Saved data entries
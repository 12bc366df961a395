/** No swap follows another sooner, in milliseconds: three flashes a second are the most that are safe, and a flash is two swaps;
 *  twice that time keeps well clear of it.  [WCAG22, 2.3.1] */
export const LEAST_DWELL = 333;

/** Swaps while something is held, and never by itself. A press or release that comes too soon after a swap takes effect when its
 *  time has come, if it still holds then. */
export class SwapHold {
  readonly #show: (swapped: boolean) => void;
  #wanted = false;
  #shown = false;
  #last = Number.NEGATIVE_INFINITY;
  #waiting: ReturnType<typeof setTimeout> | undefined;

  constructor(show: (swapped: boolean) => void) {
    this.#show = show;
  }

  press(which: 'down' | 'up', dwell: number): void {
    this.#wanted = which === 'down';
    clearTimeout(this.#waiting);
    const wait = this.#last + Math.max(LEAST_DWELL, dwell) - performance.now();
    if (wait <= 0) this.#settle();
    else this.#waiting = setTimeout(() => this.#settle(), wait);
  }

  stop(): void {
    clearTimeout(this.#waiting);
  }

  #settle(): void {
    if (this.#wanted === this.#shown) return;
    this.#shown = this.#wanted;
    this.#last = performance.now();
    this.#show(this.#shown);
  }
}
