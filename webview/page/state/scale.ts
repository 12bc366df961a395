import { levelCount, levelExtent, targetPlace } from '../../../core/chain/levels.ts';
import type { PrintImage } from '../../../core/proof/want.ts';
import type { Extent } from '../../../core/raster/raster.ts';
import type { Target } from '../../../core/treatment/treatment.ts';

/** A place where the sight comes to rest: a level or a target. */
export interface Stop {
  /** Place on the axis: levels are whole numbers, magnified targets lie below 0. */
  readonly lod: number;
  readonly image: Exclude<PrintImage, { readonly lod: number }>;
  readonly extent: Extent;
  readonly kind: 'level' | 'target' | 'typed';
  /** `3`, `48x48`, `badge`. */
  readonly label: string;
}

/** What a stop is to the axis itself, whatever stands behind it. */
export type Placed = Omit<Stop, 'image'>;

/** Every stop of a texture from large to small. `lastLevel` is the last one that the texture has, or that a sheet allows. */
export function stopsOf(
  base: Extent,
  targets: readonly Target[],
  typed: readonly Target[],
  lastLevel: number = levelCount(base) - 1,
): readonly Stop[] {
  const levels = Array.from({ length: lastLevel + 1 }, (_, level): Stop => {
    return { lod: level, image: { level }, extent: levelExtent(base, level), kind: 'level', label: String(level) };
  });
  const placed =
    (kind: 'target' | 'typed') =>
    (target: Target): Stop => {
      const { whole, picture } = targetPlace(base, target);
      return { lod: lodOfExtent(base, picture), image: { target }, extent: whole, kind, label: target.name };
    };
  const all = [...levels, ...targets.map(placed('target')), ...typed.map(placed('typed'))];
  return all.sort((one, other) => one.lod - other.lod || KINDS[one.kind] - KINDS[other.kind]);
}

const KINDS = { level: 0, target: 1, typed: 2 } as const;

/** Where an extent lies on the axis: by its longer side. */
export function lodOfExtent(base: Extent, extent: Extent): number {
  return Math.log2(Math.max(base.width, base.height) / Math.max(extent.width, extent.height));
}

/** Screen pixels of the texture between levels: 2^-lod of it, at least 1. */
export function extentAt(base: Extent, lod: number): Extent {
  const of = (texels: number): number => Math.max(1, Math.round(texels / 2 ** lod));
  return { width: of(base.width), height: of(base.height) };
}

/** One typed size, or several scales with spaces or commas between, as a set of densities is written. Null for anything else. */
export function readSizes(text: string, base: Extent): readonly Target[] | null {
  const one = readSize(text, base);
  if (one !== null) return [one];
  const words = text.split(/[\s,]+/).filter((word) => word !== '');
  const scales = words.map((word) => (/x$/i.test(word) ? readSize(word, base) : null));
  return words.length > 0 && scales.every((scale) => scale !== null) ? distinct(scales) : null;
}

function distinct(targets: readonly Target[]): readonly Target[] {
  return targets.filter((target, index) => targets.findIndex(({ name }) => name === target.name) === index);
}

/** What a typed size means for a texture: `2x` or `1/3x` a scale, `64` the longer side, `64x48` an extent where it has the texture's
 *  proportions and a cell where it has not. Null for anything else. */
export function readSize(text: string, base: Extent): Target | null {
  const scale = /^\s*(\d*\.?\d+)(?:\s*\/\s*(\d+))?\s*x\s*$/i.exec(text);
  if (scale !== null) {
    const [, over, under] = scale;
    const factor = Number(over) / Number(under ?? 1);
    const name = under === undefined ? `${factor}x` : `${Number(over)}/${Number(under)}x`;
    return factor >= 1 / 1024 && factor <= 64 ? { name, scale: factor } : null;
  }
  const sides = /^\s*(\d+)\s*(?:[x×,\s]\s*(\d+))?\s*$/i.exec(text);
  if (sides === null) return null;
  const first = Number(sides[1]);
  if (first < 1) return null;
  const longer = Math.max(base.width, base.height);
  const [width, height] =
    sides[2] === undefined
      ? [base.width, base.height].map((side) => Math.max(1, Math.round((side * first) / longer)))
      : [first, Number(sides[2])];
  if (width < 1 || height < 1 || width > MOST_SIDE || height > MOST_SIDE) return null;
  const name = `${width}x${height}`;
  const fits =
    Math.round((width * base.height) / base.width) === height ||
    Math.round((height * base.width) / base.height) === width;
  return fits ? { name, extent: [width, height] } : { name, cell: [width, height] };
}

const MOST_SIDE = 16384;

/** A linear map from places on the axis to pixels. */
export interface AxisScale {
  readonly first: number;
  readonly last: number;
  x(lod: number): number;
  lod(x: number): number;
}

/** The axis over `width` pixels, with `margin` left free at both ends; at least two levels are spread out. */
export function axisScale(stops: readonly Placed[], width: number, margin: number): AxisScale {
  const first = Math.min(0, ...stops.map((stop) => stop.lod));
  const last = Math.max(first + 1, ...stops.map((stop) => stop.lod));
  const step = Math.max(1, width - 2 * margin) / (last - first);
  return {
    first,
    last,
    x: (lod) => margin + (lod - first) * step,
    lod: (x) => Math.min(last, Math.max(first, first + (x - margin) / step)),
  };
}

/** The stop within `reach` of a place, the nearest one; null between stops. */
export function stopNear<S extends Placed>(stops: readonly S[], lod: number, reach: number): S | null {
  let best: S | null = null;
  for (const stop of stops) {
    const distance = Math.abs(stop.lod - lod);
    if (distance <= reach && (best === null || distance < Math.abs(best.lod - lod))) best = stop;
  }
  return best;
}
==
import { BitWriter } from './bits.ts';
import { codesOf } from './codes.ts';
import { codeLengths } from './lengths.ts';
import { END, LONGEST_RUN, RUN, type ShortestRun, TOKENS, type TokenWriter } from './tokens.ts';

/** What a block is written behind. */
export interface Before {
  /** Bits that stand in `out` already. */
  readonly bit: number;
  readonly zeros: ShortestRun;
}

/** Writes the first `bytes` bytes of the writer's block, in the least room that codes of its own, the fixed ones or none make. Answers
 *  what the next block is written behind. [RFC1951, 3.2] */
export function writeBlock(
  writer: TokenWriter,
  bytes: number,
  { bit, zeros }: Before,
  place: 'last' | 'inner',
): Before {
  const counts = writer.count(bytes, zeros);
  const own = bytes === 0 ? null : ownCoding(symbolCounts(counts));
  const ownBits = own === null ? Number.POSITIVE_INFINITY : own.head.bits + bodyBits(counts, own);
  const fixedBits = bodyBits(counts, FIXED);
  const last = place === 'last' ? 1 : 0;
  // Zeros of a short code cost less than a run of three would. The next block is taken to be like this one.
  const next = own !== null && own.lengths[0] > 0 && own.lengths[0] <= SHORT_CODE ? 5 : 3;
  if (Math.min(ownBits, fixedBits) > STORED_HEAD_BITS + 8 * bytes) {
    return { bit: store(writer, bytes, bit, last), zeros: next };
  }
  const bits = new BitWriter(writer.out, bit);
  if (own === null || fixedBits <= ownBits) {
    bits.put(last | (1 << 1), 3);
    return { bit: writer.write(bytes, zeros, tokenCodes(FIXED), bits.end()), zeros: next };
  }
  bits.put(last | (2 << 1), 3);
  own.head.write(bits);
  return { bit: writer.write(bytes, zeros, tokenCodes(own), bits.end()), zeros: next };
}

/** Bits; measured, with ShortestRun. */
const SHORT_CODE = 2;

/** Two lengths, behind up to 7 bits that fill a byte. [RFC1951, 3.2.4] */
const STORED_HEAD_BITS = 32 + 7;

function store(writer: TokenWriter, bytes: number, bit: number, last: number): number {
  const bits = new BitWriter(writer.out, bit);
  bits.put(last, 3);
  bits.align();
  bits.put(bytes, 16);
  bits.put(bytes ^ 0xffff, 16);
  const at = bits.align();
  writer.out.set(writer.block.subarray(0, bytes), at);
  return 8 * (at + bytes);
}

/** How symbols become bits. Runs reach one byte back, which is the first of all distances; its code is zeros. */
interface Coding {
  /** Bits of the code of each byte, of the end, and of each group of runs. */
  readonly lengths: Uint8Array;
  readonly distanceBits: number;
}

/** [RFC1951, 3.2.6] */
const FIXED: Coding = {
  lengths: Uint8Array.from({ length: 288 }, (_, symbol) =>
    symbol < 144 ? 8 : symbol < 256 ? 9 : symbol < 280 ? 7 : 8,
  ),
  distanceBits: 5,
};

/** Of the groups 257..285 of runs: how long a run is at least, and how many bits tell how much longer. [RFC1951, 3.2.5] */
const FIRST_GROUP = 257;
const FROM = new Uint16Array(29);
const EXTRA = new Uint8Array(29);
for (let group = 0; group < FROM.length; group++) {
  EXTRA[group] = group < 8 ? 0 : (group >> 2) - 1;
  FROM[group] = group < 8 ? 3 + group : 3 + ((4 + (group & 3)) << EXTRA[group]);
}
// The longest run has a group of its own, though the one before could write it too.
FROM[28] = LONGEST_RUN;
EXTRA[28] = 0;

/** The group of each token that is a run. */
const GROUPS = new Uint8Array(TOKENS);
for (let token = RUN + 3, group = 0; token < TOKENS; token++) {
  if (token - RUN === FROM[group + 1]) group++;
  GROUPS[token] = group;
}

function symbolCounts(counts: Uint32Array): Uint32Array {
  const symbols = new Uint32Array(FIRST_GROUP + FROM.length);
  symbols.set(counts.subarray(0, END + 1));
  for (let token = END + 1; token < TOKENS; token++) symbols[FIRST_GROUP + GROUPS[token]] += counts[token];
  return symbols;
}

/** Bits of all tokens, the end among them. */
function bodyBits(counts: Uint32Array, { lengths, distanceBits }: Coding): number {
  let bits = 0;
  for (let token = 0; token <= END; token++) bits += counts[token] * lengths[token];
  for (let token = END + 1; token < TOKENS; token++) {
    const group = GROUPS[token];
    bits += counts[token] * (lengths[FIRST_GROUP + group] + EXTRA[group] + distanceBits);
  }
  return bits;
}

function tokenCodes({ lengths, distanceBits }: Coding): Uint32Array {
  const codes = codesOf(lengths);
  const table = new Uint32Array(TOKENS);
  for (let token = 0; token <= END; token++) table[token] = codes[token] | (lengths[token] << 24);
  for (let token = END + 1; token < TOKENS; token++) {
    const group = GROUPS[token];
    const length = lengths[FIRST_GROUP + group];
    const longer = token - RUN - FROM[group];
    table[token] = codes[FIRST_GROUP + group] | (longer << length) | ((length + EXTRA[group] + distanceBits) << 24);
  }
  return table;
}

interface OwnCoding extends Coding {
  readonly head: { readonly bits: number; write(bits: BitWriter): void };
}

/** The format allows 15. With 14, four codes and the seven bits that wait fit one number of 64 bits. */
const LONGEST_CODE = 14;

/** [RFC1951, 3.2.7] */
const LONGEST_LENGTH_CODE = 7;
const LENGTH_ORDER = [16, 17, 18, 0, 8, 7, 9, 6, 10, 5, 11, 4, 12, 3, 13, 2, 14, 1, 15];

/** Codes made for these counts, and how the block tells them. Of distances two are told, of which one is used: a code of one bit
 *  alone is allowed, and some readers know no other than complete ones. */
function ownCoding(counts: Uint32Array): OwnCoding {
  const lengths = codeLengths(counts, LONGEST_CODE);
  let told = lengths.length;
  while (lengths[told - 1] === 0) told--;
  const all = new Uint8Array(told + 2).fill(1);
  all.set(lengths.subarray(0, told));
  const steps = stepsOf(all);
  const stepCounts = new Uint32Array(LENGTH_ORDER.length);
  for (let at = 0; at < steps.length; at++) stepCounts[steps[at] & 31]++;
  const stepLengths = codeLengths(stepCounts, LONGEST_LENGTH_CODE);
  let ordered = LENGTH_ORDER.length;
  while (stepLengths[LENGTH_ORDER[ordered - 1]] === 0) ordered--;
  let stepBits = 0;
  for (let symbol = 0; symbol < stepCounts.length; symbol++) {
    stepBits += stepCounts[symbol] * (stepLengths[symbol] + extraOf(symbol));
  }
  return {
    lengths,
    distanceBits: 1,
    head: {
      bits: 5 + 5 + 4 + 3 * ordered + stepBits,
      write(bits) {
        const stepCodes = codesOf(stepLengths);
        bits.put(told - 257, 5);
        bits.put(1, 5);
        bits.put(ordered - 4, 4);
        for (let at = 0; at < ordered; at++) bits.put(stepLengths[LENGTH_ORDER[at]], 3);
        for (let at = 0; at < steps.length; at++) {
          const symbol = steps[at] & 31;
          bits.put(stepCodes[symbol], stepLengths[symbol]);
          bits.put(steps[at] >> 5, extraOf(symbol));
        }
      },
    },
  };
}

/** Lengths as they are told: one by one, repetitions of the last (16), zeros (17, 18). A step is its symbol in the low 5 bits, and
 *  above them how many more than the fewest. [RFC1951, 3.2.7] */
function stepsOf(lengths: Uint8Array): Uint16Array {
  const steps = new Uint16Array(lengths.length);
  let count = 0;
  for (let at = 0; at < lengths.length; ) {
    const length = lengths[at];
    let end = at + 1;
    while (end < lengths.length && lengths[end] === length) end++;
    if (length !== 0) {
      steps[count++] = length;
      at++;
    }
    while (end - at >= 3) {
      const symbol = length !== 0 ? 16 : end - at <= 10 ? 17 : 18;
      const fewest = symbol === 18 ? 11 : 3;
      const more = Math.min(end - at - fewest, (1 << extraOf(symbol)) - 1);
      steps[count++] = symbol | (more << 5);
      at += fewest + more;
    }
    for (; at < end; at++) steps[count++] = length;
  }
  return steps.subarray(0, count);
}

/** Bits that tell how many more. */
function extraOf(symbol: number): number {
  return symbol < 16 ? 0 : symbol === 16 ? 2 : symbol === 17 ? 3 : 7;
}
--
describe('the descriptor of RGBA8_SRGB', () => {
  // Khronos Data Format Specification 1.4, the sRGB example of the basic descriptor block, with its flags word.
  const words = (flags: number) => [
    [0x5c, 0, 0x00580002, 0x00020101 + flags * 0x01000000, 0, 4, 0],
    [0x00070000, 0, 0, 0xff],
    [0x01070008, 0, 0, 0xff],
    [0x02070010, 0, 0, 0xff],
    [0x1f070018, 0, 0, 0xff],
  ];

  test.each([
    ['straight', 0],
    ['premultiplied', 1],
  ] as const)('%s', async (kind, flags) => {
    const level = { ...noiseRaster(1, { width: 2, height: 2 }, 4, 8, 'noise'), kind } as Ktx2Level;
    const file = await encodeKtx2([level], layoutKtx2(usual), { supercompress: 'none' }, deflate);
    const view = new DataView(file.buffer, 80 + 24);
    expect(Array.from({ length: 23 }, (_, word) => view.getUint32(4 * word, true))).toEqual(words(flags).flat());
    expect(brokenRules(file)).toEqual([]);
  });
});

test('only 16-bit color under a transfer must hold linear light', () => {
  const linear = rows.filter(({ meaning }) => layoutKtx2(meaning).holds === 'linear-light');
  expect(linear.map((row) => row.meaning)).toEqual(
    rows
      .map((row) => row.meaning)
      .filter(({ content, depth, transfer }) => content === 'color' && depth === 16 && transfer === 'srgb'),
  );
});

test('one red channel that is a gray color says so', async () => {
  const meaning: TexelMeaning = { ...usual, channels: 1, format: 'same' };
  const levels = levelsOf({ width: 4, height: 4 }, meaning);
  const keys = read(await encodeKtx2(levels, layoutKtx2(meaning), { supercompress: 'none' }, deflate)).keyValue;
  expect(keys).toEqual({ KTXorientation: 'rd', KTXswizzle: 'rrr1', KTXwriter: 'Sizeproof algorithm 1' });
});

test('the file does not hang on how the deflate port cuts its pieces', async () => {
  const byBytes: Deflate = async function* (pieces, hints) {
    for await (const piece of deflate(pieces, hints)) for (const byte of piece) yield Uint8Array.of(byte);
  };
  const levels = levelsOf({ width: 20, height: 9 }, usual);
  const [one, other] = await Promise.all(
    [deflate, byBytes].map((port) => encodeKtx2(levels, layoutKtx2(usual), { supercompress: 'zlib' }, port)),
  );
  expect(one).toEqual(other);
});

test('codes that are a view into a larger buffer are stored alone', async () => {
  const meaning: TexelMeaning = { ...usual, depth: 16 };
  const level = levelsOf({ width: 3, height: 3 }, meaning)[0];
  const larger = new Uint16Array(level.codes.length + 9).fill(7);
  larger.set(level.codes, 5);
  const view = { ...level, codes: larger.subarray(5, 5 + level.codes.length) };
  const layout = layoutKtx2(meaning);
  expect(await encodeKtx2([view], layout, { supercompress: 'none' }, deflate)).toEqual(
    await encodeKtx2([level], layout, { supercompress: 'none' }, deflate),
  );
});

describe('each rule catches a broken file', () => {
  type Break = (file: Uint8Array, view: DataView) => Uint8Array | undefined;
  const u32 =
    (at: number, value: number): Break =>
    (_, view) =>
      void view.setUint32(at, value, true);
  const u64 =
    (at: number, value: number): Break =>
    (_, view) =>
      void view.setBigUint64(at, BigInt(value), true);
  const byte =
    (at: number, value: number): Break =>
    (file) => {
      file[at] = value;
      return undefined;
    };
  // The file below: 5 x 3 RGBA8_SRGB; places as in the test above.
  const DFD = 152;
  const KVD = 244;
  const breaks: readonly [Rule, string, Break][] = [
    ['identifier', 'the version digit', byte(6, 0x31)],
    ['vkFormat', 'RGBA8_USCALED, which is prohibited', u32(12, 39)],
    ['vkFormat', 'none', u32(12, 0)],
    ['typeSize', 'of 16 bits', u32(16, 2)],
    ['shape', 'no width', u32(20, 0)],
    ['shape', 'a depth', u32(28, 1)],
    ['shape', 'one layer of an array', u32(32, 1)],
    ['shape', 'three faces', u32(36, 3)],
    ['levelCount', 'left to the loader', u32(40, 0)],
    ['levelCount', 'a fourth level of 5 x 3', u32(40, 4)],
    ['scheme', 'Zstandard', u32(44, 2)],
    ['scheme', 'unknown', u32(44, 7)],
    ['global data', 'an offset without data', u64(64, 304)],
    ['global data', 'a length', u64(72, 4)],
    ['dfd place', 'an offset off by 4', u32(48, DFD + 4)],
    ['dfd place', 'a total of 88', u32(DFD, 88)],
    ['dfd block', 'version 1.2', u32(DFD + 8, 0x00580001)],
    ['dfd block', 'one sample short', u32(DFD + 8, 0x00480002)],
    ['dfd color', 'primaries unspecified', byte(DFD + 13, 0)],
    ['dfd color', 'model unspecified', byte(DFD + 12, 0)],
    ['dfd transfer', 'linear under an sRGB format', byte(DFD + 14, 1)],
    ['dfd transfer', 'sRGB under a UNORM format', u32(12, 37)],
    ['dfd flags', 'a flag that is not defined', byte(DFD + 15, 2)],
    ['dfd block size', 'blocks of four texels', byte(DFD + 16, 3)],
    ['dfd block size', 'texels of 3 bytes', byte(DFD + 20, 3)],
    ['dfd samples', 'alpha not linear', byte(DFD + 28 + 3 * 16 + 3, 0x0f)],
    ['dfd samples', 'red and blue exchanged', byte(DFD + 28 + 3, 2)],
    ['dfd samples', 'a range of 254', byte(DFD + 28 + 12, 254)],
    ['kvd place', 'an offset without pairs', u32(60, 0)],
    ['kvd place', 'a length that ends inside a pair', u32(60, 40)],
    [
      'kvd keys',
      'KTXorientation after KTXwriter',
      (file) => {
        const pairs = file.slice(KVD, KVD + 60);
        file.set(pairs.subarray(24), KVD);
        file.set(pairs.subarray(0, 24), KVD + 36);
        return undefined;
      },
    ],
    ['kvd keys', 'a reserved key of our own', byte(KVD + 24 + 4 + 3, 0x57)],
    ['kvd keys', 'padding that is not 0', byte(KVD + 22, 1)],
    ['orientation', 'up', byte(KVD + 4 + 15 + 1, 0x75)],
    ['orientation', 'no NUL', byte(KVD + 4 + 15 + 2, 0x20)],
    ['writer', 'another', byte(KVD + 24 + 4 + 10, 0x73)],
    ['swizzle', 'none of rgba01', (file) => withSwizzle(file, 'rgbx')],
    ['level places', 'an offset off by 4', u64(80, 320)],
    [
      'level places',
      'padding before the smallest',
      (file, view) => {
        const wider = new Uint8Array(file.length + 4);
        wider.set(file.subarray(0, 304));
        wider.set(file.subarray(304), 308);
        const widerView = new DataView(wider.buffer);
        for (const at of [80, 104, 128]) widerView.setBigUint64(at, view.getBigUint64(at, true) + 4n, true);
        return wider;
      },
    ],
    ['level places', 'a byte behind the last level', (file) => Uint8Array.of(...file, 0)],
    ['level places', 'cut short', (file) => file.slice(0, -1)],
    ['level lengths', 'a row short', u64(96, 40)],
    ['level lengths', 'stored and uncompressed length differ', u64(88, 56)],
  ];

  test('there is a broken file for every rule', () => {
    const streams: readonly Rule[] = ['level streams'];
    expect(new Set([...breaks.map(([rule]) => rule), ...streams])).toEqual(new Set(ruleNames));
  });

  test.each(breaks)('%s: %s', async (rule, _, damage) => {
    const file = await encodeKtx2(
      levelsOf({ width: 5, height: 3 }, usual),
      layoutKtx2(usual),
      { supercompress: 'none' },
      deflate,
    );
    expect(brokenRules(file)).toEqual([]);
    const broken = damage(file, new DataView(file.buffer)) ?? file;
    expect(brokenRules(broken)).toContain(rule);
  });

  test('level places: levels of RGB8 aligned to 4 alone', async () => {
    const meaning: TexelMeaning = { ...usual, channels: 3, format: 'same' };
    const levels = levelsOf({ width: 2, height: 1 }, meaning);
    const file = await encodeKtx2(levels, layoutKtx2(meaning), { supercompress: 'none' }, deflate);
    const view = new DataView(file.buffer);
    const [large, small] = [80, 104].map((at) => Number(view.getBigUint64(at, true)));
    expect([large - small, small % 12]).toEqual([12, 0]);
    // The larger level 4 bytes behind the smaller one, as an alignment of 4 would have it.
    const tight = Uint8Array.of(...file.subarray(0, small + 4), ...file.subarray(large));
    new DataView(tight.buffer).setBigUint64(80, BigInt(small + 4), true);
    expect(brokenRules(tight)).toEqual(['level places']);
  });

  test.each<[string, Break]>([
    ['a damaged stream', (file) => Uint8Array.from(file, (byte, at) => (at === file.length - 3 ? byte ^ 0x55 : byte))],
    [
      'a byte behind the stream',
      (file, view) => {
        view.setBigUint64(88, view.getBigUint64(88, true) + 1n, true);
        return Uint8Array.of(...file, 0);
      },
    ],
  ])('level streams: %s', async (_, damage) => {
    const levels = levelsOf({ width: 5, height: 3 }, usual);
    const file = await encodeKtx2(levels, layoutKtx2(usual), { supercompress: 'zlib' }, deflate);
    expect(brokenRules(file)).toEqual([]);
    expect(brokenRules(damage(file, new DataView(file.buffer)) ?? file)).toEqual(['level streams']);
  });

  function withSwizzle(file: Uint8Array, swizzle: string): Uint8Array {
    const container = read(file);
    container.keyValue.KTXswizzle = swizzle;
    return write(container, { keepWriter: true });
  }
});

Problem to solve:
Would you please repeat exactly the lines above, starting at the line with "if (first < 1) return null;" and stopping at the line with "to pixels. */", both included?

Answer for the task:
  if (first < 1) return null;
  const longer = Math.max(base.width, base.height);
  const [width, height] =
    sides[2] === undefined
      ? [base.width, base.height].map((side) => Math.max(1, Math.round((side * first) / longer)))
      : [first, Number(sides[2])];
  if (width < 1 || height < 1 || width > MOST_SIDE || height > MOST_SIDE) return null;
  const name = `${width}x${height}`;
  const fits =
    Math.round((width * base.height) / base.width) === height ||
    Math.round((height * base.width) / base.height) === width;
  return fits ? { name, extent: [width, height] } : { name, cell: [width, height] };
}

const MOST_SIDE = 16384;

/** A linear map from places on the axis to pixels. */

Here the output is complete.